(Stored data entries)

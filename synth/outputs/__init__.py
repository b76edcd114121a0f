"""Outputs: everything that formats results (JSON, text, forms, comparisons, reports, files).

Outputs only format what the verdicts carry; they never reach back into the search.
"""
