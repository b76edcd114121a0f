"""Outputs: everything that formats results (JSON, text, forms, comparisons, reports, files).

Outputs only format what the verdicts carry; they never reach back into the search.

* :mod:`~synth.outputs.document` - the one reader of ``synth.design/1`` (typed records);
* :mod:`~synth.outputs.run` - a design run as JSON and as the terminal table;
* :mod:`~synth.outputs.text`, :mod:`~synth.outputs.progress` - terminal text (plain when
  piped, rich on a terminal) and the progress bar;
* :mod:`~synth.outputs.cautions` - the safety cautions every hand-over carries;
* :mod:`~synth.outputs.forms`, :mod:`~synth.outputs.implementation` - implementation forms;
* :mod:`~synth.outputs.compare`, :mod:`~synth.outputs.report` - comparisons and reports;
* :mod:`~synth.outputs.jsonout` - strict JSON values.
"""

==

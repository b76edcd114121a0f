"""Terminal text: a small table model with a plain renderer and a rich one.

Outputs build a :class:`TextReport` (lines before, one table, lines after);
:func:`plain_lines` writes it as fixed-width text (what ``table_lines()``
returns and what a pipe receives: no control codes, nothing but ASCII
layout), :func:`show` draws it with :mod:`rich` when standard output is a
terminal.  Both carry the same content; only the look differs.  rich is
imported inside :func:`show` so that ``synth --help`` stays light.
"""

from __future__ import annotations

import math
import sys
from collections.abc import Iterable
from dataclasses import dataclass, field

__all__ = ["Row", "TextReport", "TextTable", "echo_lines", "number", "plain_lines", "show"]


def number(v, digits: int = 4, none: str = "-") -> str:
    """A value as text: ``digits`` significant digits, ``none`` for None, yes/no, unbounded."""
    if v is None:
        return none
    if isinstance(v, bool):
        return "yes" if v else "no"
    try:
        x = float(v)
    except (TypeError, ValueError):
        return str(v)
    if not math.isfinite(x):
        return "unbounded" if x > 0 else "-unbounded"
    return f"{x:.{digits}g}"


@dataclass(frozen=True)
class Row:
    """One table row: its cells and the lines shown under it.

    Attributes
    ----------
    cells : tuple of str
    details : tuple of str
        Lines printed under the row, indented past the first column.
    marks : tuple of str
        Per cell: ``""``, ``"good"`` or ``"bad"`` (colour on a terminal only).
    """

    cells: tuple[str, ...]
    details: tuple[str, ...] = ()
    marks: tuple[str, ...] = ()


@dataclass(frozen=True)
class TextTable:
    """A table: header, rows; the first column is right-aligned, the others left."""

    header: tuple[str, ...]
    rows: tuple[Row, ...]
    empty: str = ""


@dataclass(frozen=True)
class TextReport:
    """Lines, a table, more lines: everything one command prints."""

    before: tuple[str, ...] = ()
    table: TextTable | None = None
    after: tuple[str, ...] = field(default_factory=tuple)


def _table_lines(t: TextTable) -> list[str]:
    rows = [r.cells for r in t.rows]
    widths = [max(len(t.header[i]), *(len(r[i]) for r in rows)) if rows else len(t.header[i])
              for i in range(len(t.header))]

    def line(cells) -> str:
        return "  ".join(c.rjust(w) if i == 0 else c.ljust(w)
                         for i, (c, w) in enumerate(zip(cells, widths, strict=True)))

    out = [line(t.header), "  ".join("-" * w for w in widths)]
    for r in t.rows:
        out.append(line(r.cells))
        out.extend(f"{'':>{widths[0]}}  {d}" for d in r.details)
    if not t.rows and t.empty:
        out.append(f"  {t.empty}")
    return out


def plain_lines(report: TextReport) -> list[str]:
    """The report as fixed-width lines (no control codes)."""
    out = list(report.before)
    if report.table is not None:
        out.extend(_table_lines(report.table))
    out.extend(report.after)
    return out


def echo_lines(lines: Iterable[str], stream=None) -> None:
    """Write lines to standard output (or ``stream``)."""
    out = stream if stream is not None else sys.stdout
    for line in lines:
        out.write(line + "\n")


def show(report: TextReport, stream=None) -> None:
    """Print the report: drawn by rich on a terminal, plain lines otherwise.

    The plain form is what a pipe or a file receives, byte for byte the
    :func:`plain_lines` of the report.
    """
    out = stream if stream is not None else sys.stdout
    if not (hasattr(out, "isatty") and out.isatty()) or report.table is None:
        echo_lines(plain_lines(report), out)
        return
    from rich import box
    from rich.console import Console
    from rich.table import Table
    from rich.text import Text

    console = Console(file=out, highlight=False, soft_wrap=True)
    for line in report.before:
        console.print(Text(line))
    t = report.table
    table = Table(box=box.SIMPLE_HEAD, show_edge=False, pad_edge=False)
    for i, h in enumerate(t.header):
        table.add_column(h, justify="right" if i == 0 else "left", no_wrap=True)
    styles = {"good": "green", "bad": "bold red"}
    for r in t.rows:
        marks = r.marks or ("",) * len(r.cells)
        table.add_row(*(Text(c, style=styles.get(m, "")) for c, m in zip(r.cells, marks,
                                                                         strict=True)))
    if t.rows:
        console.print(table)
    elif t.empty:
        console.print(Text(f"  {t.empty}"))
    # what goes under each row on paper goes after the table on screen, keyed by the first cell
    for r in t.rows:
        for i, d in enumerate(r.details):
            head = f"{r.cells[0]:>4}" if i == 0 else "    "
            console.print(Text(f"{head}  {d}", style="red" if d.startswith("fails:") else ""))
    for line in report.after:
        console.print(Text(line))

* [Exercise prompt]
Show every line above in which the word "True" occurs.

* [Result of this task]
@dataclass(frozen=True)
@dataclass(frozen=True)
@dataclass(frozen=True)
                         for i, (c, w) in enumerate(zip(cells, widths, strict=True)))
    console = Console(file=out, highlight=False, soft_wrap=True)
        table.add_column(h, justify="right" if i == 0 else "left", no_wrap=True)
                                                                         strict=True)))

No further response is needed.